Boyer–Moore Pattern Matching

The Boyer–Moore Pattern Matching algorithm is one of the most efficient string-searching algorithm that is the standard benchmark for practical pattern matching. It was developed by Robert Stephen Boyer and J Strother Moore in the year 1977.

The Boyer-Moore algorithm works by pre-processing the pattern and then scanning the text from right to left, starting with the rightmost characters. It is based on the principle that if a mismatch is found, there is no need to match the remaining characters. This backwards approach significantly reduces the algorithm's time complexity compared to naive string search methods.

Here's a step-by-step explanation of how the Boyer-Moore algorithm works:

1. Preprocessing

Boyer-Moore algorithm uses two heuristics for preprocessing the pattern:
a. Bad Character Heuristic
b. Good Suffix Heuristic

Bad Character Heuristic (Building Bad Character Table)

Determines how far the pattern can be shifted when a character mismatch occurs.

1. Create an array (often called the "Bad Character Table") to store the rightmost occurrence of each character in the pattern.

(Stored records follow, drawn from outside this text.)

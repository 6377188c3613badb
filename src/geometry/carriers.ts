import type { Segment, Vec2 } from './types.js';
import { cross, dist, dot, sub } from './vec.js';

/**
 * The unbounded curve a segment lies on: an infinite line (through p along d, any length) or a
 * full circle. Fillets and tool-path offsets meet neighbours on their carriers, not their spans.
 */
export type Carrier = Readonly<{ kind: 'line'; p: Vec2; d: Vec2 }> | Readonly<{ kind: 'circle'; c: Vec2; r: number }>;

/** The carrier of a segment. */
export const carrierOf = (s: Segment): Carrier =>
  s.kind === 'line' ? { kind: 'line', p: s.start, d: sub(s.end, s.start) } : { kind: 'circle', c: s.center, r: s.radius };

/**
 * Points where two carriers meet (0, 1 or 2). Parallel lines and concentric circles give none; a
 * tangency that rounding pushed a hair apart (1e-9 relative) still gives its one point.
 */
export function carrierHits(a: Carrier, b: Carrier): Vec2[] {
  if (a.kind === 'line' && b.kind === 'line') {
    const den = cross(a.d, b.d);
    if (Math.abs(den) < 1e-14 * Math.hypot(...a.d) * Math.hypot(...b.d)) return [];
    const t = cross(sub(b.p, a.p), b.d) / den;
    return [[a.p[0] + a.d[0] * t, a.p[1] + a.d[1] * t]];
  }
  if (a.kind === 'circle' && b.kind === 'circle') return circleCircle(a.c, a.r, b.c, b.r);
  const l = (a.kind === 'line' ? a : b) as Extract<Carrier, { kind: 'line' }>;
  const c = (a.kind === 'circle' ? a : b) as Extract<Carrier, { kind: 'circle' }>;
  const f = sub(l.p, c.c);
  const A = dot(l.d, l.d);
  const B = 2 * dot(f, l.d);
  const C = dot(f, f) - c.r * c.r;
  let disc = B * B - 4 * A * C;
  if (disc < 0) {
    if (disc > -1e-9 * B * B) disc = 0;
    else return [];
  }
  const sq = Math.sqrt(disc);
  return [(-B - sq) / (2 * A), (-B + sq) / (2 * A)].map((t) => [l.p[0] + l.d[0] * t, l.p[1] + l.d[1] * t] as Vec2);
}

function circleCircle(c0: Vec2, r0: number, c1: Vec2, r1: number): Vec2[] {
  const d = dist(c0, c1);
  if (d < 1e-12) return [];
  const x = (d * d + r0 * r0 - r1 * r1) / (2 * d);
  const h2 = r0 * r0 - x * x;
  if (h2 < -1e-9 * r0 * r0) return [];
  const h = Math.sqrt(Math.max(0, h2));
  const ex: Vec2 = [(c1[0] - c0[0]) / d, (c1[1] - c0[1]) / d];
  const base: Vec2 = [c0[0] + ex[0] * x, c0[1] + ex[1] * x];
  return [
    [base[0] - ex[1] * h, base[1] + ex[0] * h],
    [base[0] + ex[1] * h, base[1] - ex[0] * h],
  ];
}
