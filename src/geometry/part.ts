import type { Loop, Vec2 } from './types.js';

import type { Material, ScrewSize } from '../params/types.js';

// The design's vocabulary (params) is the lowest layer; parts reuse its screw and material types.
export type { Material, ScrewSize };

/** Why a hole or cut-out is there: checks and drawings treat them differently. */
export type FeaturePurpose =
  | 'motor-bolt'
  | 'motor-bore'
  | 'stack-bolt'
  | 'standoff'
  | 'arm-root-bolt'
  | 'accessory'
  | 'camera-pivot'
  | 'camera-tilt-slot'
  | 'camera-mount'
  | 'strap-slot'
  | 'lead-opening'
  | 'lightening'
  | 'truss-window'
  | 'imported';

/** Plain words for each purpose, used in reports, hole tables and error messages. */
export const PURPOSE_WORDS: Record<FeaturePurpose, string> = {
  'motor-bolt': 'motor bolt',
  'motor-bore': 'motor bore',
  'stack-bolt': 'stack bolt',
  standoff: 'standoff',
  'arm-root-bolt': 'arm-root bolt',
  accessory: 'accessory',
  'camera-pivot': 'camera pivot',
  'camera-tilt-slot': 'camera tilt',
  'camera-mount': 'camera mount',
  'strap-slot': 'strap',
  'lead-opening': 'battery-lead',
  lightening: 'lightening',
  'truss-window': 'truss',
  imported: '',
};

const KIND_WORDS = { hole: 'hole', slot: 'slot', cutout: 'cut-out' } as const;

/**
 * A feature in words: "arm-root bolt hole Ø3.40", "strap slot", "truss cut-out"; the outline for null.
 */
export function featureLabel(f: Feature | null): string {
  if (!f) return 'outline';
  const words = `${PURPOSE_WORDS[f.purpose]} ${KIND_WORDS[f.kind]}`.trim();
  return `${words}${f.diameterMm !== undefined ? ` Ø${f.diameterMm.toFixed(2)}` : ''}`;
}

/**
 * An inner contour of a part. `loop` is clockwise. Round holes also carry their centre and
 * diameter so checks and hole tables need not rediscover them.
 */
export type Feature = Readonly<{
  loop: Loop;
  kind: 'hole' | 'slot' | 'cutout';
  purpose: FeaturePurpose;
  screw?: ScrewSize;
  centerMm?: Vec2;
  diameterMm?: number;
  /** Countersunk from the given face for a flush head. */
  countersink?: Readonly<{ headDiameterMm: number; face: 'top' | 'bottom' }>;
}>;

/** A load-carrying strut: its centreline in part coordinates and its width. */
export type Member = Readonly<{ name: string; startMm: Vec2; endMm: Vec2; widthMm: number }>;

/** Where one copy of a part sits in the assembled frame. Frame axes: x forward, y left, z up. */
export type Placement = Readonly<{
  /** Part coordinates → frame: mirror y, rotate about z, translate (plan view). */
  rotateRad: number;
  translateMm: Vec2;
  mirrorY: boolean;
  /** Height of the part's lower face above the bottom plate's lower face. mm. */
  zMm: number;
  /** Vertical plates (camera sides) stand in the x–z plane at y = translate[1]; their part y is frame z. */
  vertical?: boolean;
}>;

export type PartRole = 'bottom' | 'top' | 'arm' | 'brace' | 'camera-side' | 'imported';

/**
 * One plate as cut: outline counter-clockwise, features clockwise, all in part coordinates (mm).
 * weaveRad is the angle of the sheet's 0° fibre direction in part coordinates (0: along part x).
 */
export type Part = Readonly<{
  name: string;
  role: PartRole;
  quantity: number;
  thicknessMm: number;
  material: Material;
  weaveRad: number;
  outline: Loop;
  features: readonly Feature[];
  members: readonly Member[];
  placements: readonly Placement[];
  /** Design-file path that sizes this part, for error messages and findings. */
  sourcePath: string;
}>;
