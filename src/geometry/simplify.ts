import type { Loop, Segment } from './types.js';
import { arc, endOf, line, startOf } from './segment.js';
import { cross, dist, sub } from './vec.js';
import { COINCIDENT_MM } from './tolerance.js';

/** Join consecutive collinear lines and consecutive arcs of one circle turning the same way. */
export function mergeCollinear(loop: Loop): Loop {
  if (loop.length < 2) return loop;
  const out: Segment[] = [];
  for (const s of loop) {
    const prev = out[out.length - 1];
    const merged = prev ? tryMerge(prev, s) : null;
    if (merged) out[out.length - 1] = merged;
    else out.push(s);
  }
  while (out.length > 1) {
    const merged = tryMerge(out[out.length - 1], out[0]);
    if (!merged) break;
    out[0] = merged;
    out.pop();
  }
  return out;
}

function tryMerge(a: Segment, b: Segment): Segment | null {
  if (a.kind === 'line' && b.kind === 'line') {
    const d1 = sub(a.end, a.start);
    const d2 = sub(b.end, b.start);
    const l1 = Math.hypot(d1[0], d1[1]);
    const l2 = Math.hypot(d2[0], d2[1]);
    if (Math.abs(cross(d1, d2)) <= 1e-9 * l1 * l2 && d1[0] * d2[0] + d1[1] * d2[1] > 0) return line(a.start, b.end);
    return null;
  }
  if (a.kind === 'arc' && b.kind === 'arc') {
    if (dist(a.center, b.center) > COINCIDENT_MM || Math.abs(a.radius - b.radius) > COINCIDENT_MM) return null;
    if (Math.sign(a.sweepRad) !== Math.sign(b.sweepRad)) return null;
    if (dist(endOf(a), startOf(b)) > 1e-4) return null;
    const sweep = a.sweepRad + b.sweepRad;
    if (Math.abs(sweep) > 2 * Math.PI + 1e-9) return null;
    return arc(a.center, a.radius, a.startRad, sweep);
  }
  return null;
}
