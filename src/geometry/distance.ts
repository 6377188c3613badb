import { intersectSegments } from './intersect.js';
import { arcParamOfAngle, closestPoint, endOf, pointAt, startOf } from './segment.js';
import { COINCIDENT_MM } from './tolerance.js';
import type { Arc, BBox, Line, Segment, Vec2 } from './types.js';
import { add, dist, dot, polar, sub } from './vec.js';

/** The closest pair of points of two segments: p on the first at parameter t, q on the second at u. */
export type ClosestPair = Readonly<{ distance: number; p: Vec2; t: number; q: Vec2; u: number }>;

/**
 * Exact minimum distance between two segments (line–line, line–arc, arc–arc), with the closest
 * pair. The minimum of a smooth distance over two curve pieces lies either at a crossing (0), at an
 * end of one piece (closest point of the other), or at an interior pair joined by a common normal;
 * every such candidate is evaluated in closed form, so no flattening is involved.
 * Degenerate input (zero-length line, zero radius) is handled as a point. mm.
 * @example segmentDistance(line([0,0],[10,0]), arc([5,5],2,0,Math.PI*2)).distance // 3
 */
export function segmentDistance(a: Segment, b: Segment): ClosestPair {
  if (a.kind === 'arc' && b.kind === 'arc') {
    const c = separateCircles(a, b);
    if (c) return c;
  }
  let best: ClosestPair = endCandidates(a, b);
  const consider = (c: ClosestPair | null): void => {
    if (c && c.distance < best.distance) best = c;
  };
  if (a.kind === 'line' && b.kind === 'arc') for (const c of lineArcNormals(a, b)) consider(c);
  else if (a.kind === 'arc' && b.kind === 'line') for (const c of lineArcNormals(b, a)) consider(swap(c));
  else if (a.kind === 'arc' && b.kind === 'arc') for (const c of arcArcNormals(a, b)) consider(c);
  if (best.distance > 0 && bboxGap(segBoxLoose(a), segBoxLoose(b)) <= 0) {
    const hits = intersectSegments(a, b, COINCIDENT_MM * 1e-3);
    if (hits.length) {
      const h = hits[0];
      return { distance: 0, p: h.point, t: h.t, q: h.point, u: h.u };
    }
  }
  return best;
}

/**
 * Two full circles, each outside the other: the closest pair lies on the line of centres, at
 * |c1c2| − r1 − r2 (the common case of two round holes, answered without the general search).
 */
function separateCircles(a: Arc, b: Arc): ClosestPair | null {
  const full = (s: Arc) => Math.abs(s.sweepRad) >= 2 * Math.PI;
  if (!full(a) || !full(b)) return null;
  const d = dist(a.center, b.center);
  if (d <= a.radius + b.radius || d === 0) return null;
  const ang = Math.atan2(b.center[1] - a.center[1], b.center[0] - a.center[0]);
  const p = add(a.center, polar(a.radius, ang));
  const q = add(b.center, polar(b.radius, ang + Math.PI));
  return { distance: d - a.radius - b.radius, p, t: arcParamOfAngle(a, ang, 1e-9), q, u: arcParamOfAngle(b, ang + Math.PI, 1e-9) };
}

function swap(c: ClosestPair): ClosestPair {
  return { distance: c.distance, p: c.q, t: c.u, q: c.p, u: c.t };
}

/** Ends of each piece against the whole of the other. */
function endCandidates(a: Segment, b: Segment): ClosestPair {
  let best: ClosestPair | null = null;
  for (const t of [0, 1]) {
    const p = t === 0 ? startOf(a) : endOf(a);
    const c = closestPoint(b, p);
    if (!best || c.distance < best.distance) best = { distance: c.distance, p, t, q: c.point, u: c.t };
  }
  for (const u of [0, 1]) {
    const q = u === 0 ? startOf(b) : endOf(b);
    const c = closestPoint(a, q);
    if (c.distance < best!.distance) best = { distance: c.distance, p: c.point, t: c.t, q, u };
  }
  return best!;
}

/** Interior pairs of a line and an arc joined by a common normal: the arc point on the radius normal to the line. */
function lineArcNormals(l: Line, a: Arc): ClosestPair[] {
  const d = sub(l.end, l.start);
  const L2 = dot(d, d);
  if (L2 === 0) return [];
  const out: ClosestPair[] = [];
  const foot = add(l.start, scaleV(d, dot(sub(a.center, l.start), d) / L2));
  const n = sub(foot, a.center);
  const base = Math.hypot(n[0], n[1]) > 0 ? Math.atan2(n[1], n[0]) : Math.atan2(d[0], -d[1]);
  for (const ang of [base, base + Math.PI]) {
    const u = arcParamOfAngle(a, ang, 0);
    if (Number.isNaN(u)) continue;
    const q = add(a.center, polar(a.radius, ang));
    const t = dot(sub(q, l.start), d) / L2;
    if (t < 0 || t > 1) continue;
    const p = pointAt(l, t);
    out.push({ distance: dist(p, q), p, t, q, u });
  }
  return out;
}

/** Interior pairs of two arcs joined by a common normal: both points on the line through the centres. */
function arcArcNormals(a: Arc, b: Arc): ClosestPair[] {
  const v = sub(b.center, a.center);
  if (Math.hypot(v[0], v[1]) === 0) return []; // concentric: ends decide (see endCandidates)
  const phi = Math.atan2(v[1], v[0]);
  const out: ClosestPair[] = [];
  for (const ta of [phi, phi + Math.PI]) {
    const t = arcParamOfAngle(a, ta, 0);
    if (Number.isNaN(t)) continue;
    const p = add(a.center, polar(a.radius, ta));
    for (const tb of [phi, phi + Math.PI]) {
      const u = arcParamOfAngle(b, tb, 0);
      if (Number.isNaN(u)) continue;
      const q = add(b.center, polar(b.radius, tb));
      out.push({ distance: dist(p, q), p, t, q, u });
    }
  }
  return out;
}

const scaleV = (v: Vec2, k: number): Vec2 => [v[0] * k, v[1] * k];

/** Bounding box of a segment, slightly loose for arcs (whole circle box clipped by nothing). Cheap. */
function segBoxLoose(s: Segment): BBox {
  if (s.kind === 'line') {
    return [Math.min(s.start[0], s.end[0]), Math.min(s.start[1], s.end[1]), Math.max(s.start[0], s.end[0]), Math.max(s.start[1], s.end[1])];
  }
  return [s.center[0] - s.radius, s.center[1] - s.radius, s.center[0] + s.radius, s.center[1] + s.radius];
}

/** Gap between two boxes (0 when they overlap); a lower bound of the distance between their contents. mm. */
export function bboxGap(a: BBox, b: BBox): number {
  const dx = Math.max(0, a[0] - b[2], b[0] - a[2]);
  const dy = Math.max(0, a[1] - b[3], b[1] - a[3]);
  return Math.hypot(dx, dy);
}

If a character is not in the pattern, its value is set to pattern length.
2. For each character in the pattern, update the table with its last occurrence in the pattern with
   pattern length - index - 1.

Example:

2. Searching

Once the preprocessing is done, the actual search begins:

1. Align the pattern with the beginning of the text.
2. Compare the pattern with the text from right to left.
3. If all characters of the pattern match, a valid occurrence is found.

3. Shifting the Pattern:

When a mismatch occurs

• If the character is not in the pattern: Shift the pattern such that the mismatched character in the text aligns with the rightmost occurrence of it in the pattern.
• If the character is not in the pattern: shift the entire pattern past the character.

3. Repeat Comparison

After shifting the pattern according to the above rules, repeat the comparison process:

1. Continue comparing the pattern with the text from right to left.
2. Apply the shifting rules whenever a mismatch is encountered.
3. Continue this process until the end of the text is reached or all occurrences of the pattern are found.

4. Termination

The algorithm terminates when either

• The pattern has been shifted past the end of the text, indicating no more matches are possible.
• All occurrences of the pattern has have been found.

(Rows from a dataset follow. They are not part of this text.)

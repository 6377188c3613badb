import type { Loop, Vec2 } from './types.js';
import { arc, line } from './segment.js';
import { add, cross, dist, len, polar, sub, unit } from './vec.js';

/** Full circle, counter-clockwise (pass ccw=false for a hole). */
export function circle(center: Vec2, radius: number, ccw = true): Loop {
  return [arc(center, radius, 0, ccw ? 2 * Math.PI : -2 * Math.PI)];
}

/** Polygon from vertices given counter-clockwise. */
export function polygon(pts: readonly Vec2[]): Loop {
  return pts.map((p, i) => line(p, pts[(i + 1) % pts.length]));
}

/**
 * Rectangle centred at `center`, rotated by rotRad, with all four corners rounded by radiusMm
 * (0 gives sharp corners). Counter-clockwise.
 */
export function roundedRect(center: Vec2, widthMm: number, heightMm: number, radiusMm: number, rotRad = 0): Loop {
  const hw = widthMm / 2;
  const hh = heightMm / 2;
  const r = Math.min(radiusMm, hw, hh);
  const c = Math.cos(rotRad);
  const s = Math.sin(rotRad);
  const tf = (p: Vec2): Vec2 => [center[0] + p[0] * c - p[1] * s, center[1] + p[0] * s + p[1] * c];
  if (r <= 0) return polygon([tf([-hw, -hh]), tf([hw, -hh]), tf([hw, hh]), tf([-hw, hh])]);
  const cornerCentres: Vec2[] = [
    [hw - r, -hh + r],
    [hw - r, hh - r],
    [-hw + r, hh - r],
    [-hw + r, -hh + r],
  ];
  const out: Loop[number][] = [];
  for (let i = 0; i < 4; i++) {
    const a0 = -Math.PI / 2 + (i * Math.PI) / 2;
    out.push(arc(tf(cornerCentres[i]), r, a0 + rotRad, Math.PI / 2));
    const from = tf(add(cornerCentres[i], polar(r, a0 + Math.PI / 2)));
    const to = tf(add(cornerCentres[(i + 1) % 4], polar(r, a0 + Math.PI / 2)));
    // A side whose length is zero (radius equal to a half side) is left out: no degenerate segments.
    if (dist(from, to) > 1e-12) out.push(line(from, to));
  }
  return out;
}

/** Stadium slot between centres a and b, full width widthMm (a round hole when a = b). Counter-clockwise. */
export function slot(a: Vec2, b: Vec2, widthMm: number): Loop {
  const r = widthMm / 2;
  const d = sub(b, a);
  if (len(d) < 1e-12) return [arc(a, r, 0, 2 * Math.PI)];
  const ang = Math.atan2(d[1], d[0]);
  const n = polar(r, ang - Math.PI / 2);
  return [
    line(add(a, n), add(b, n)),
    arc(b, r, ang - Math.PI / 2, Math.PI),
    line(sub(b, n), sub(a, n)),
    arc(a, r, ang + Math.PI / 2, Math.PI),
  ];
}

/**
 * Curved slot: the set of points within widthMm/2 of the arc of radius `radius` about `center`,
 * from startRad sweeping sweepRad (> 0). Counter-clockwise.
 */
export function arcSlot(center: Vec2, radius: number, startRad: number, sweepRad: number, widthMm: number): Loop {
  const h = widthMm / 2;
  const a1 = startRad + sweepRad;
  return [
    arc(center, radius + h, startRad, sweepRad),
    arc(add(center, polar(radius, a1)), h, a1, Math.PI),
    arc(center, radius - h, a1, -sweepRad),
    arc(add(center, polar(radius, startRad)), h, startRad + Math.PI, Math.PI),
  ];
}

/**
 * Convex hull of equal circles (e.g. bolt holes plus a margin): straight tangents joined by arcs.
 * Exact; counter-clockwise. Needs at least one centre.
 */
export function hullOfCircles(centers: readonly Vec2[], radius: number): Loop {
  const hull = convexHull(centers);
  if (hull.length === 1) return [arc(hull[0], radius, 0, 2 * Math.PI)];
  const out: Loop[number][] = [];
  const n = hull.length;
  for (let i = 0; i < n; i++) {
    const a = hull[i];
    const b = hull[(i + 1) % n];
    const dir = unit(sub(b, a));
    const outward: Vec2 = [dir[1] * radius, -dir[0] * radius];
    out.push(line(add(a, outward), add(b, outward)));
    const c = hull[(i + 2) % n];
    const dir2 = unit(sub(c, b));
    const a0 = Math.atan2(-dir[0], dir[1]);
    let sweep = Math.atan2(-dir2[0], dir2[1]) - a0;
    while (sweep < 0) sweep += 2 * Math.PI;
    while (sweep >= 2 * Math.PI) sweep -= 2 * Math.PI;
    if (sweep > 1e-12) out.push(arc(b, radius, a0, sweep));
  }
  return out;
}

/** Convex hull (Andrew's monotone chain), counter-clockwise, collinear points dropped. */
export function convexHull(points: readonly Vec2[]): Vec2[] {
  const pts = [...points].sort((p, q) => p[0] - q[0] || p[1] - q[1]);
  const uniq = pts.filter((p, i) => i === 0 || dist(p, pts[i - 1]) > 1e-9);
  if (uniq.length < 3) return uniq;
  const lower: Vec2[] = [];
  for (const p of uniq) {
    while (lower.length >= 2 && cross(sub(lower[lower.length - 1], lower[lower.length - 2]), sub(p, lower[lower.length - 1])) <= 0) lower.pop();
    lower.push(p);
  }
  const upper: Vec2[] = [];
  for (let i = uniq.length - 1; i >= 0; i--) {
    const p = uniq[i];
    while (upper.length >= 2 && cross(sub(upper[upper.length - 1], upper[upper.length - 2]), sub(p, upper[upper.length - 1])) <= 0) upper.pop();
    upper.push(p);
  }
  return lower.slice(0, -1).concat(upper.slice(0, -1));
}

Pseudo code for Boyer–Moore Pattern Matching algorithm

Boolean BoyerMoore( T: text, P: pattern)
n: length of T,      i: index of T
m: length of P,      j: index of P
bctable[ch] is an array, for ch = 0 to 127 (ASCIl values)

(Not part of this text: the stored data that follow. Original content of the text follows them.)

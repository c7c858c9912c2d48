import { describe, it } from "node:test";
import { expect } from "expect";
import { readResultsJson } from "../_results_json.ts";
import { ROOT, runCli } from "../_run_cli.ts";

const stone = `${ROOT}test/fixtures/colour/cr_corundum_1nm.csv`;
const common = ["--thickness", "2", "--path", "6", "--host", "corundum"];

interface Lab {
  L: number;
  a: number;
  b: number;
}

async function json(...args: string[]) {
  const r = await runCli(...args);
  expect(r.code).toBe(0);
  return JSON.parse(r.stdout);
}

describe("every command gives the same stone the same L*a*b* under the same condition", () => {
  it("color, series, change, pleochroism and batch agree at D65, 2° (the default observer), 6 mm", async () => {
    const [color] = await json("color", stone, ...common, "--illuminant", "D65", "--json");
    expect(color.observer).toBe("2");
    const series = (await json(
      "series",
      stone,
      "--thickness",
      "2",
      "--path",
      "6",
      "--host",
      "corundum",
      "--json",
    ))[0];
    expect(series.observer).toBe("2");
    expect(series.illuminant).toBe("D65");
    const [change] = await json("change", stone, ...common, "--json");
    expect(change.observer).toBe("2");
    // the same file as o and e: o, e and unpolarised must all be the stone's own colour
    const [pleo] = await json("pleochroism", stone, stone, ...common, "--json");
    expect(pleo.observer).toBe("2");
    const found: Record<string, Lab> = {
      series: series.points[0],
      change: { L: change.L1, a: change.a1, b: change.b1 },
      "pleochroism o": { L: pleo.Lo, a: pleo.ao, b: pleo.bo },
    };
    for (const [what, lab] of Object.entries(found)) {
      // identity: one colour computation, so agreement to rounding of the JSON numbers
      expect({ what, L: lab.L.toFixed(6), a: lab.a.toFixed(6), b: lab.b.toFixed(6) }).toEqual({
        what,
        L: color.L.toFixed(6),
        a: color.a.toFixed(6),
        b: color.b.toFixed(6),
      });
    }
    expect(series.points[0].pathMm).toBe(6);
    // batch, with the same stone, path and surfaces from its settings
    const dir = await Deno.makeTempDir();
    await Deno.writeTextFile(
      `${dir}/lot.yaml`,
      "illuminants: [D65]\npathMm: 6\nthicknessMm: 2\nreflection: host\nhost: corundum\n",
    );
    await Deno.mkdir(`${dir}/in`);
    await Deno.copyFile(stone, `${dir}/in/stone.csv`);
    const batch = await runCli(
      "batch",
      `${dir}/in`,
      "--settings",
      `${dir}/lot.yaml`,
      "--out",
      `${dir}/out`,
      "--quiet",
    );
    expect(batch.code).toBe(0);
    const results = await readResultsJson(`${dir}/out/results.json`);
    const row = results.samples[0].color.find((r: { illuminant: string; observer: string }) =>
      r.illuminant === "D65" && r.observer === "2"
    );
    expect([row.L, row.a, row.b].map((v: number) => v.toFixed(6))).toEqual(
      [color.L, color.a, color.b].map((v: number) => v.toFixed(6)),
    );
    // the batch's change uses the same default observer
    expect(results.samples[0].change.observer).toBe("2");
    expect(results.samples[0].change.dE00.toFixed(6)).toBe(change.dE00.toFixed(6));
  });

  it("with --reflection none, the same file as o and e gives unpolarised = o = color", async () => {
    // with host reflections the e file takes n_e, so only without surfaces are o and e the same
    const none = ["--thickness", "2", "--path", "6", "--reflection", "none"];
    const [color] = await json("color", stone, ...none, "--illuminant", "D65", "--json");
    const [pleo] = await json(
      "pleochroism",
      stone,
      stone,
      ...none,
      "--illuminant",
      "D65",
      "--json",
    );
    for (
      const lab of [[pleo.Lo, pleo.ao, pleo.bo], [pleo.Le, pleo.ae, pleo.be], [
        pleo.Lu,
        pleo.au,
        pleo.bu,
      ]]
    ) {
      expect(lab.map((v: number) => v.toFixed(6))).toEqual(
        [color.L, color.a, color.b].map((v: number) => v.toFixed(6)),
      );
    }
    expect(pleo.dE00oe).toBe(0);
  });
});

1. Initialize all elements of array bctable to m.
2. Set bctable[Pj] = m-j-1, for j= 0 to m-1.
3. Initialize i = m-1
4. Repeat steps 5 to 8, while(i < n) 
5. j := m-1
6. Repeat steps (a) and (b), while (j ≥ 0 and Pj = Ti)
    (a) decrement i
    (b) decrement j
7. if (j = -1) return true     //pattern matching successful
8. i := i+ max(bctable[Ti], m-j)
9. return false              //at the end, if pattern matching fails, return false

Brute-force v/s Boyer-Moore pattern matching algorithms

The Brute-force algorithm compares every character in the text T to locate a pattern P as a substring. In contrast, the Boyer-Moore (BM) pattern matching algorithm can avoid comparisons between P and a significant portion of the characters in T. While the brute-force algorithm works with any alphabet, the BM algorithm assumes a fixed, finite alphabet. The BM algorithm performs fastest when the alphabet is moderately sized and the pattern is long. Thus, BM is ideal for searching words in documents. This simplified BM algorithm matches P to T by comparing right-to-left instead of left-to-right. Upon a mismatch, it shifts P right and restarts matching from P's end. This right-shift skips over T characters not involved in the comparisons. In this way, BM gains speed by skipping comparisons.